L’évolution de l’industrie textile au cours des XIXe et XXe siècle, et ses répercussions dans la production et le traitement des matières premières (soie, lin, coton, laine, fibres synthétiques, artificielles ou chimiques) ainsi que les techniques du tissage, a entrainé des changements dans la nature et les appellations des tissus. L’apparition de nouveaux matériaux, depuis le début du XXe siècle, a révolution la production textile. Ces tissus, dont une des qualités premières est leur élasticité, plus faciles d’entretien et plus confortable pour les artistes, constituent un progrès considérables pour les costumes de danse et pour la réalisation dans les ateliers de couture. » Martine KAHANE ( Auteure, conférencières française, historienne de l’art , bibliothécaire, commissaire d’expositions )& Delphine PINASA (Directrice du Centre national du costume de scène à Moulins)
» Les tutus courts ont, certes, permis de faire la démonstration d’une excellente technique, mais ont privé certains ballets de leur contexte surnaturel. De mon point de vue, la longueur et le volume des jupes ne sont pas seulement une question de mode, mais des données qui découlent logiquement du style de la danse interprétée et remplissent donc une fonction artistique indispensable. » Tamara KARSAVINA (Danseuse russe)

» J’aime les choses insensées. Le tutu en est une. C’est une invention folle à la fois féérique et surréaliste. Le tutu appartient à la tradition et c’est là qu’il prend toute sa dimension, tout son intérêt. Aucun designer, aucun couturier ne pourra jamais rivaliser avec un vêtement pareil. Le tutu n’est pas né d’hier… » Christian LACROIX (Grand couturier français, costumier, designer, illustrateur, licencié en histoire de l’art)

P.S. J’aimerai rajouter que l’ancêtre du tutu remonte au temps du roi Soleil, Louis XIV. C’était un caleçon-jupe (tonnelet) un peu court pour les hommes, et des paniers pour les femmes.

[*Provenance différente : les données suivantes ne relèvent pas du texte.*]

import { aliasedTable, and, asc, desc, eq, inArray, type SQL } from "drizzle-orm";
import type { AppDeps } from "../../deps";
import type { Actor } from "../../auth/session";
import { jobs, layerComponents, materialLots, materials, mixSheetLines, mixSheets, planLayers, planVersions, plans, users } from "../../db/schema";
import { getSettings } from "../settings/settings.service";
import { badRequest, conflict, notFound } from "../../http/http-error";
import { iso, isoOrNull } from "../../http/dates";
import type { RequestContext } from "../../http/context";
import { findJobFor, jobScope } from "../jobs/jobs.access";
import { jobPlanRow, loadPlanVersion, freezePlanVersion } from "../plans/plans.service";
import type { Tx } from "../../db/client";
import { workingVersionId } from "../change-orders/change-order-rows";
import { seesCost, todayOf } from "../materials/materials.service";
import {
  computeMix,
  convertMass,
  convertVolume,
  isMassUnit,
  MixError,
  mixVoc,
  potLifeEnds,
  roundForMeasuring,
  weighingPlan,
  type WeighingPlan,
  type MeasuringUnit,
  type MixLine,
  type VolumeUnit,
} from "../../../shared/mix/index";
import { toMixComponents } from "../../../shared/domain/layer-mix";
import { mixComponentWords } from "../../../shared/domain/mix-words";
import { vocAgainstLimit } from "../../../shared/domain/voc-limits";
import type { LayerKind } from "../../../shared/domain/layers";
import { batchNeed } from "./batch-need";
import { centsPerMl, mlToPurchaseUnit } from "../../../shared/domain/material-units";
import { cautionsFor } from "../../../shared/domain/safety";
import type {
  ListMixSheetsQuery,
  LotChoiceDto,
  MixSheetDto,
  MixSheetLineDto,
  MixSheetSummaryDto,
  createMixSheetInputSchema,
  recordMixSheetInputSchema,
} from "../../../shared/schemas/mix-sheet.schema";
import type { z } from "zod";
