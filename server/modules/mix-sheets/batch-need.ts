import { and, eq, lt, ne, sum } from "drizzle-orm";
import type { AppDeps } from "../../deps";
import { mixSheets } from "../../db/schema";
import { loadPlanVersion } from "../plans/plans.service";
import { estimateLayer, jobAreaM2 } from "../plans/plan-estimate.service";
import { getSettings } from "../settings/settings.service";
import { batchShortfall } from "../../../shared/domain/batch-size";
import type { LayerKind } from "../../../shared/domain/layers";

type Sheet = typeof mixSheets.$inferSelect;

/**
 * What the sheet's layer needs for the whole job (the estimate with the shop's waste allowance and minimum batch),
 * and a warning when this batch falls short: a candy must be one batch for all parts; other layers count the batches
 * mixed before this one.
 */
export function batchNeed(deps: Pick<AppDeps, "db">, sheet: Sheet, kind: LayerKind): { needMl: number | null; batchWarning: string | null } {
  if (sheet.status === "void") return { needMl: null, batchWarning: null };
  const layer = loadPlanVersion(deps, sheet.planVersionId).layers.find((l) => l.id === sheet.layerId);
  if (!layer) return { needMl: null, batchWarning: null };
  const need = estimateLayer(layer, jobAreaM2(deps.db, sheet.jobId), getSettings(deps)).volumeMl;
  const needMl = need > 0 ? need : null;
  const earlier =
    deps.db
      .select({ ml: sum(mixSheets.totalMl).mapWith(Number) })
      .from(mixSheets)
      .where(
        and(
          eq(mixSheets.jobId, sheet.jobId),
          eq(mixSheets.layerId, sheet.layerId),
          eq(mixSheets.status, "mixed"),
          ne(mixSheets.id, sheet.id),
          sheet.mixedAt != null ? lt(mixSheets.mixedAt, sheet.mixedAt) : undefined,
        ),
      )
      .get()?.ml ?? 0;
  return { needMl, batchWarning: batchShortfall(kind, needMl, sheet.totalMl, earlier)?.message ?? null };
}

Les premières danseuses, qui ont fait leur apparition à l’Académie royale de musique et de danse, étaient engoncées dans des sortes de robes de bal très pesantes, ornées de passementeries diverses et variées, avec un jupon-panier qui descendaient jusqu’aux pieds.
Certaines danseuses vont faire preuve d’audace . Exemple Marie-Anne de Camargo, dit La Camargo , danseuse très célèbre de l’époque (vers 1730). Pour mettre en valeur ses fameux entrechats, elle prendra la liberté de couper sa robe de danse jusqu’à mi-mollets. Ce qui créera un énorme scandale à l’époque. A partir de là, le règlement va rendre obligatoire le port d’un caleçon (caleçon de modestie) généralement en soie, retenu par des jarretières et accroché à un petit pantalon. C’est l’aïeul du collant académique porté de nos jours.
Marie Sallé, autre danseuse célèbre, rivale de la précédente, laissera de côté non seulement sa perruque (normalement obligatoire) pour détacher ses cheveux, mais également sa robe-panier pour apparaitre sur scène (dans son ballet Pygmalion) uniquement vêtue d’une robe-tunique très légère et transparente.